## WHAT YOU WILL DO
The records follow. Filter them to the lines that hold "customerId".

## SUPPLIED MATERIAL

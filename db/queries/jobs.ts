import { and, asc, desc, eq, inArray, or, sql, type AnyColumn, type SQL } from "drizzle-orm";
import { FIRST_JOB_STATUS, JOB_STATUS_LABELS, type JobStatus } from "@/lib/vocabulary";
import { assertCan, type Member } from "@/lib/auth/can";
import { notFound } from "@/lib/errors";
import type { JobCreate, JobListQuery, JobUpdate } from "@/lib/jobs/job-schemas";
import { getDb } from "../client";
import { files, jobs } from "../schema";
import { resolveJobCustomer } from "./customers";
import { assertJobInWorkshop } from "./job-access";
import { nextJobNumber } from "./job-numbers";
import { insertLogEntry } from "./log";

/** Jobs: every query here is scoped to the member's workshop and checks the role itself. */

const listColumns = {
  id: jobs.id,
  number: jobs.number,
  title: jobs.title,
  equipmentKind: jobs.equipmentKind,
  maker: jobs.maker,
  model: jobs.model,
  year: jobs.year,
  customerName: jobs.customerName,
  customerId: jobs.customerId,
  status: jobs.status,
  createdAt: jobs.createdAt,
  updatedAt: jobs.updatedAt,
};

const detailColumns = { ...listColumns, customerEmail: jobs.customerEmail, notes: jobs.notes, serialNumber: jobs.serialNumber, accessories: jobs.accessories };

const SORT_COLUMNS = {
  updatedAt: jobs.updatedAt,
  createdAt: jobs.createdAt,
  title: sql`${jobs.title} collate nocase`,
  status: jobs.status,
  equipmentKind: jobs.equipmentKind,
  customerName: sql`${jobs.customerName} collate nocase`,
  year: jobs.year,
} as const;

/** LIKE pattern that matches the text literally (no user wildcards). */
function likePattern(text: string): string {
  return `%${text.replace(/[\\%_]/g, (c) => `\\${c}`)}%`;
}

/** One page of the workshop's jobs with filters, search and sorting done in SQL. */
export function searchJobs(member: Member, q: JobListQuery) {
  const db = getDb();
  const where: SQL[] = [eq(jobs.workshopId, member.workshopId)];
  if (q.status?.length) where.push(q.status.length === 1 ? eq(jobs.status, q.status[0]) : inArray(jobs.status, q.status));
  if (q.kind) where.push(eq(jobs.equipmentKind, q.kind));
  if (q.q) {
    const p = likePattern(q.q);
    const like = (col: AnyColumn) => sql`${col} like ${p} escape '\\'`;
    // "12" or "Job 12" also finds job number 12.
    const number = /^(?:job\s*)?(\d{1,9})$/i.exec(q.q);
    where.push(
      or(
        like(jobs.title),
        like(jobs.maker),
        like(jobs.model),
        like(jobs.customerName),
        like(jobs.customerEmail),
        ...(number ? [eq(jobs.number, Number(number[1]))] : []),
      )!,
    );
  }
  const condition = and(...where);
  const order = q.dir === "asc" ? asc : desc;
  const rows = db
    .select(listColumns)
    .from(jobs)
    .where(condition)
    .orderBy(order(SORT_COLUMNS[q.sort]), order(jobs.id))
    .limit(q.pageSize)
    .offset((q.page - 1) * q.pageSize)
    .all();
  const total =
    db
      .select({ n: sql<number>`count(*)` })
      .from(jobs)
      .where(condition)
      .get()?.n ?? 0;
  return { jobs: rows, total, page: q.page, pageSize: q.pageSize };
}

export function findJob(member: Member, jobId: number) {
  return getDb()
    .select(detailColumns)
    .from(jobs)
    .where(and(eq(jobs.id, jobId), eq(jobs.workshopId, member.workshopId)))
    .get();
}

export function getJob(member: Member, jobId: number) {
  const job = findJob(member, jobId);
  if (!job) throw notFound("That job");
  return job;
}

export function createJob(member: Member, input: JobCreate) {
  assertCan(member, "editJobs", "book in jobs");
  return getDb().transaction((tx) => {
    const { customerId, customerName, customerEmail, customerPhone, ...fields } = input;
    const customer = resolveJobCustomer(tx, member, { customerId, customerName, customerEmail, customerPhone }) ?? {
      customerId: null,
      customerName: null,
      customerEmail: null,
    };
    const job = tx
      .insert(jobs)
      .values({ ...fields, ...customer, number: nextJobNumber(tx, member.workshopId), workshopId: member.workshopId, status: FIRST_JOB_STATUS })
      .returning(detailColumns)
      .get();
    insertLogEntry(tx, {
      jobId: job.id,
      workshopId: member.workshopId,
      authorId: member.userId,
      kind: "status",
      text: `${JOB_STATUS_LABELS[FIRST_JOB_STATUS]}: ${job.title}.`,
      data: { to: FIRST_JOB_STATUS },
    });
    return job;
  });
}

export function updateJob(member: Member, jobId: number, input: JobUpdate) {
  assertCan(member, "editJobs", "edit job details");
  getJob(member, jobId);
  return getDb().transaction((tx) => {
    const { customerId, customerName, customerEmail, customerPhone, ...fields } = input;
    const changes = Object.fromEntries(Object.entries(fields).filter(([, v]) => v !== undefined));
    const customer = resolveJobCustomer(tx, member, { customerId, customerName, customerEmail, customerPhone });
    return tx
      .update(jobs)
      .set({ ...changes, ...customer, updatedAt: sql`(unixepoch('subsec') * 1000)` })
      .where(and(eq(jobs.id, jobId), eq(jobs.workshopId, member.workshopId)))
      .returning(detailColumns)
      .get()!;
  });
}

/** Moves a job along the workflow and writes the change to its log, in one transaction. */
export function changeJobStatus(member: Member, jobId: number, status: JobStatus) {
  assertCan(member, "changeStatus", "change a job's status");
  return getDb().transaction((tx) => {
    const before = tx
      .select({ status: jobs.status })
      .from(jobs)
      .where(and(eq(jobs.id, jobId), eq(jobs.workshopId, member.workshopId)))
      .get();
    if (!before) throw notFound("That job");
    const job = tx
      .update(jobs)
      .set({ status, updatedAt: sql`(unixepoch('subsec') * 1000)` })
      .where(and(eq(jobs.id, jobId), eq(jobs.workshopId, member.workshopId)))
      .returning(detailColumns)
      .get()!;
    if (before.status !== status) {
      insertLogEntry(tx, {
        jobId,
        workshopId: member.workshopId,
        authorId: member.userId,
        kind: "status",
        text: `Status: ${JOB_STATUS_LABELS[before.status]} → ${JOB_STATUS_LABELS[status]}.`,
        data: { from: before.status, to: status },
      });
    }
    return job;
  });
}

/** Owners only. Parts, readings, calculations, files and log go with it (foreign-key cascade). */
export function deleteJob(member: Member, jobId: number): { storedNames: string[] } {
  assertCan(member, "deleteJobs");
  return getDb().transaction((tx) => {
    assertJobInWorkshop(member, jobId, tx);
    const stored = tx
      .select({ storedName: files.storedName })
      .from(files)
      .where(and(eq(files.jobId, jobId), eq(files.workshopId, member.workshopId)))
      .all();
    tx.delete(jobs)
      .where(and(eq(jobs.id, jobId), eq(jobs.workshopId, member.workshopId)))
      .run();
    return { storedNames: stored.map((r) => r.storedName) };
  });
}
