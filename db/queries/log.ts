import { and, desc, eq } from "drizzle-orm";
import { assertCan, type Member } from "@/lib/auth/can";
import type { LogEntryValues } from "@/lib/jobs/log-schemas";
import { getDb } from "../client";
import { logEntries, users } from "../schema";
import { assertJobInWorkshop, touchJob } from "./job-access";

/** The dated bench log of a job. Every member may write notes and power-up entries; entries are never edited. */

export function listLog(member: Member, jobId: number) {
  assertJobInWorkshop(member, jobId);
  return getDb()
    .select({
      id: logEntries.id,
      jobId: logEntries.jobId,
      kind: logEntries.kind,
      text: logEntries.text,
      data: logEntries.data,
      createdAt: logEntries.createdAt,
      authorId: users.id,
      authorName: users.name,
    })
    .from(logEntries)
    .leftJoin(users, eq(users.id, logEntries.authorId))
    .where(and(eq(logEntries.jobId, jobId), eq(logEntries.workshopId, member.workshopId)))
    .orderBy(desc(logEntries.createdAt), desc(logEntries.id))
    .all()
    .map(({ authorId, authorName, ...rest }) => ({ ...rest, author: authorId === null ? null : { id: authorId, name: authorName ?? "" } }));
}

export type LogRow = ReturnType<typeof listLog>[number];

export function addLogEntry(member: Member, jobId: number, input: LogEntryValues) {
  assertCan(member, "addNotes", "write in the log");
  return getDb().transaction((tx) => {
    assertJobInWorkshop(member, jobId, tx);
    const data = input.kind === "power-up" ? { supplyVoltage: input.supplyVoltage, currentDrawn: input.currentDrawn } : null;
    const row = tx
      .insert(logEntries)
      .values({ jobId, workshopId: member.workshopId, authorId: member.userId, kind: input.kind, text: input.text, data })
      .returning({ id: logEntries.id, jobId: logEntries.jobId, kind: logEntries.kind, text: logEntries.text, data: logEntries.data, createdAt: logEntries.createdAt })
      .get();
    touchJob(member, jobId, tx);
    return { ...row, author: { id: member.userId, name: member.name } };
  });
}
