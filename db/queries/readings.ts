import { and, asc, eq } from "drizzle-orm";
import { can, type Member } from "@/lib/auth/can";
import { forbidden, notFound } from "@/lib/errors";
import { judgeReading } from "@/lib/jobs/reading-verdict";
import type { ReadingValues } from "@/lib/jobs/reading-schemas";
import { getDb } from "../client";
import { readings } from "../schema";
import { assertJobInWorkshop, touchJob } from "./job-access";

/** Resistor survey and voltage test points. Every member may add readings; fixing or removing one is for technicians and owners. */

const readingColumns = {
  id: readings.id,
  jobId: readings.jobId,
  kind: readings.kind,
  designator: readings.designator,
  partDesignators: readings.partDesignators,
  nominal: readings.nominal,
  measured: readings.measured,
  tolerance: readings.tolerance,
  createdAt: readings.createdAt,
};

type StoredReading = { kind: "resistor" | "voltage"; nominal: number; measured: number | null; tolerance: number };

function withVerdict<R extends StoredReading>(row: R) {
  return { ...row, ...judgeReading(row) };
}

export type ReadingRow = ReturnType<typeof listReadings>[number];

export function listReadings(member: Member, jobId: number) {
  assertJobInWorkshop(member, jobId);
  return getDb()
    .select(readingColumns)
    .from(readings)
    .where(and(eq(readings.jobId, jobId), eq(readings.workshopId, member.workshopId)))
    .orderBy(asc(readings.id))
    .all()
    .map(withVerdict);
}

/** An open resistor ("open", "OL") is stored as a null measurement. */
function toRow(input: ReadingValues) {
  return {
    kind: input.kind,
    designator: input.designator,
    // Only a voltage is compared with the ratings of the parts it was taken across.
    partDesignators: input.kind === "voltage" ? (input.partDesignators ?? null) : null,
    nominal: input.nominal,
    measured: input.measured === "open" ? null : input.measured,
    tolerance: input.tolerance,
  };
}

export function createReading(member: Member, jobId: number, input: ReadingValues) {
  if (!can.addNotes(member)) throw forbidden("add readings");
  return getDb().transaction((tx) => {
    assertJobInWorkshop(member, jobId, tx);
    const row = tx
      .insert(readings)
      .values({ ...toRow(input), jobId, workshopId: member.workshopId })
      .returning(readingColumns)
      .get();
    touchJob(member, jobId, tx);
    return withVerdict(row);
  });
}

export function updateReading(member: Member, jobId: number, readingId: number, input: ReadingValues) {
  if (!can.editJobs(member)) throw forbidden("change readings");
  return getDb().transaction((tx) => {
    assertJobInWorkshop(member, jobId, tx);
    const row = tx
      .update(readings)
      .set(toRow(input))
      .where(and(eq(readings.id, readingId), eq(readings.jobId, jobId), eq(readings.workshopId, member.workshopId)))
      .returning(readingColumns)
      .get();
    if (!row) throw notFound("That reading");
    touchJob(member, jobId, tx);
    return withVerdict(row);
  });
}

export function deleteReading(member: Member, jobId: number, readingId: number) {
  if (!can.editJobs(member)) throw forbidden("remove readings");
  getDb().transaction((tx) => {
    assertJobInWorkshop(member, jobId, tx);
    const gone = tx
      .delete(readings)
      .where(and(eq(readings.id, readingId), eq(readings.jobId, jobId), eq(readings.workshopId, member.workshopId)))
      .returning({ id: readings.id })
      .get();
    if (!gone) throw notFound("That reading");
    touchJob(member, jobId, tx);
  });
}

## EXERCISE RESULT
  customerId: jobs.customerId,
    const { customerId, customerName, customerEmail, customerPhone, ...fields } = input;
    const customer = resolveJobCustomer(tx, member, { customerId, customerName, customerEmail, customerPhone }) ?? {
      customerId: null,
    const { customerId, customerName, customerEmail, customerPhone, ...fields } = input;
    const customer = resolveJobCustomer(tx, member, { customerId, customerName, customerEmail, customerPhone });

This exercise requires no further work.